┏━━

# --------------------------------------------------------------------------
# Showing values: SI prefixes, and rpm, rad/s or % where the signal says so.


def _expr_hint(expr: nl.Expr, calls: _Calls, hints: Mapping[str, str]) -> str:
    """The display unit of an expression: that of its measurement or measurement name,
    kept through sums and through scaling by a plain number (``0.9 * final(w(rotor))``)."""
    if isinstance(expr, nl.Name):
        return hints.get(expr.name, "")
    if isinstance(expr, nl.Negate):
        return _expr_hint(expr.operand, calls, hints)
    if isinstance(expr, nl.BinaryOp):
        left, right = _expr_hint(expr.left, calls, hints), _expr_hint(expr.right, calls, hints)
        if expr.op in "+-":
            return left or right
        if expr.op in "*/" and _plain_number(expr.right):
            return left
        if expr.op == "*" and _plain_number(expr.left):
            return right
        return ""
    return calls.hints.get(id(expr), "")


def _plain_number(expr: nl.Expr) -> bool:
    return isinstance(expr, nl.Number) and expr.value.dim == DIMENSIONLESS


def _literal_hint(expr: nl.Expr) -> str:
    """``rpm`` or ``%`` when the limit is written in it (``2900 rpm``, ``5 %``)."""
    if isinstance(expr, nl.Number):
        unit = expr.text.lstrip("+-0123456789.eE ").strip()
        if unit in ("rpm", "%"):
            return unit
        if unit in CELSIUS:
            return "°C"
    return ""


def _si_symbol(dim: Dimension, hint: str) -> str:
    if hint in ("rpm", "rad/s"):
        return "rad/s"
    if hint == "Hz":
        return "Hz"
    if hint == "N*m":
        return "N*m"
    return unit_symbol(dim)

┗━━

What is the number of lines in the listing that include "calls"? Answer with that number only.

• **EXERCISE SOLUTION**: 4